Given data START
import type { Task, TaskResult } from '../../src/core'
import type { Spawn, TaskWorker } from '../../src/run/taskWorker'

/** A task with a name of its own that is long enough for the pool. */
export function longTask(name: string): Task {
  return { ...shortTask(name), state: { ...shortTask(name).state, method: 'viscous', reynolds: 1e6 } } as Task
}

export function shortTask(name: string): Task {
  const outline = new Float64Array([1, 0, 1])
  return {
    kind: 'polar',
    section: { name, x: outline, y: outline, meanLine: null, notes: [] },
    state: {
      ...{ method: 'panel', reynolds: null, mach: 0, surface: 'clean', amplification: null },
      ...{ tripUpper: 1, tripLower: 1, flap: 0, panels: 180 },
    },
    alphas: [0],
  }
}

export function resultOf(name: string): TaskResult {
  return { kind: 'failed', reason: name }
}

/** Workers whose tasks end when the test says so. */
export function handWorkers(): {
  spawn: Spawn
  running: { name: string; finish: () => void; break: (reason: string) => void; ended: boolean }[]
  started: () => number
} {
  const running: ReturnType<typeof handWorkers>['running'] = []
  let started = 0
  const spawn: Spawn = () => {
    started++
    const mine: (typeof running)[number][] = []
    const worker: TaskWorker = {
      run: (task) =>
        new Promise((resolve, reject) => {
          const name = task.section.name
          const job = {
            name,
            finish: () => resolve(resultOf(name)),
            break: (reason: string) => reject(new Error(reason)),
            ended: false,
          }
          mine.push(job)
          running.push(job)
        }),
      terminate: () => mine.forEach((job) => (job.ended = true)),
    }
    return worker
  }
  return { spawn, running, started: () => started }
}
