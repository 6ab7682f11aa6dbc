//! The program: a command line, or the window when no sub-command is given.

use longember::command_line::{self, GraphicsChoice, Outcome, ScenarioSource};
use longember::document::built_in;
use longember::window::{self, Graphics, NoWindow, Opening};
use std::env;
use std::io::{self, Write};
use std::process::{self, ExitCode};

/// Exit code for trouble with a file or the system.
const SYSTEM_TROUBLE: u8 = 4;
/// Who draws the window, where the command line leaves it open: for drivers that crash instead of saying no.
const GRAPHICS: &str = "LONGEMBER_GRAPHICS";

fn main() -> ExitCode {
    let (scenario, asked) = match command_line::run(env::args_os()) {
        Outcome::Done(code) => return ExitCode::from(code),
        Outcome::OpenWindow { scenario, graphics } => (scenario, graphics),
    };
    let of_user = env::var(GRAPHICS).ok().and_then(|name| GraphicsChoice::from_name(&name)).unwrap_or_default();
    let choice = if asked == GraphicsChoice::Auto { of_user } else { asked };
    let graphics = if choice == GraphicsChoice::Processor { Graphics::Processor } else { Graphics::OpenGl };
    match window::run(opening(scenario), graphics) {
        Ok(()) => ExitCode::SUCCESS,
        // An event loop cannot be made twice in one process: a new one draws without OpenGL.
        Err(NoWindow::NoOpenGl { .. }) if choice == GraphicsChoice::Auto => again_without_opengl(),
        Err(error) => failed(&error.to_string()),
    }
}

fn again_without_opengl() -> ExitCode {
    let started = env::current_exe().and_then(|program| {
        process::Command::new(program).args(env::args_os().skip(1)).env(GRAPHICS, "processor").status()
    });
    match started {
        Ok(status) => status.code().and_then(|code| u8::try_from(code).ok()).map_or(ExitCode::FAILURE, ExitCode::from),
        Err(error) => failed(&format!("the window cannot be drawn without OpenGL: {error}")),
    }
}

fn failed(sentence: &str) -> ExitCode {
    // Nothing is left to try when even standard error is closed.
    let _ = writeln!(io::stderr(), "longember: {sentence}");
    ExitCode::from(SYSTEM_TROUBLE)
}

fn opening(scenario: Option<ScenarioSource>) -> Opening {
    match scenario {
        Some(ScenarioSource::File(path)) => Opening::File(path),
        Some(ScenarioSource::Demo(name)) => built_in::find(&name)
            .and_then(|built_in| built_in.scenario().ok())
            .map_or(Opening::Demo, |scenario| Opening::Scenario(Box::new(scenario))),
        // The command line refuses standard input for a window before it comes here.
        Some(ScenarioSource::StandardInput) | None => Opening::Demo,
    }
}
Given data END
__What this task involves__:
Gather up every line in the data above that contains the word "match", copying each one.

__Completed task__:
    let (scenario, asked) = match command_line::run(env::args_os()) {
    match window::run(opening(scenario), graphics) {
    match started {
    match scenario {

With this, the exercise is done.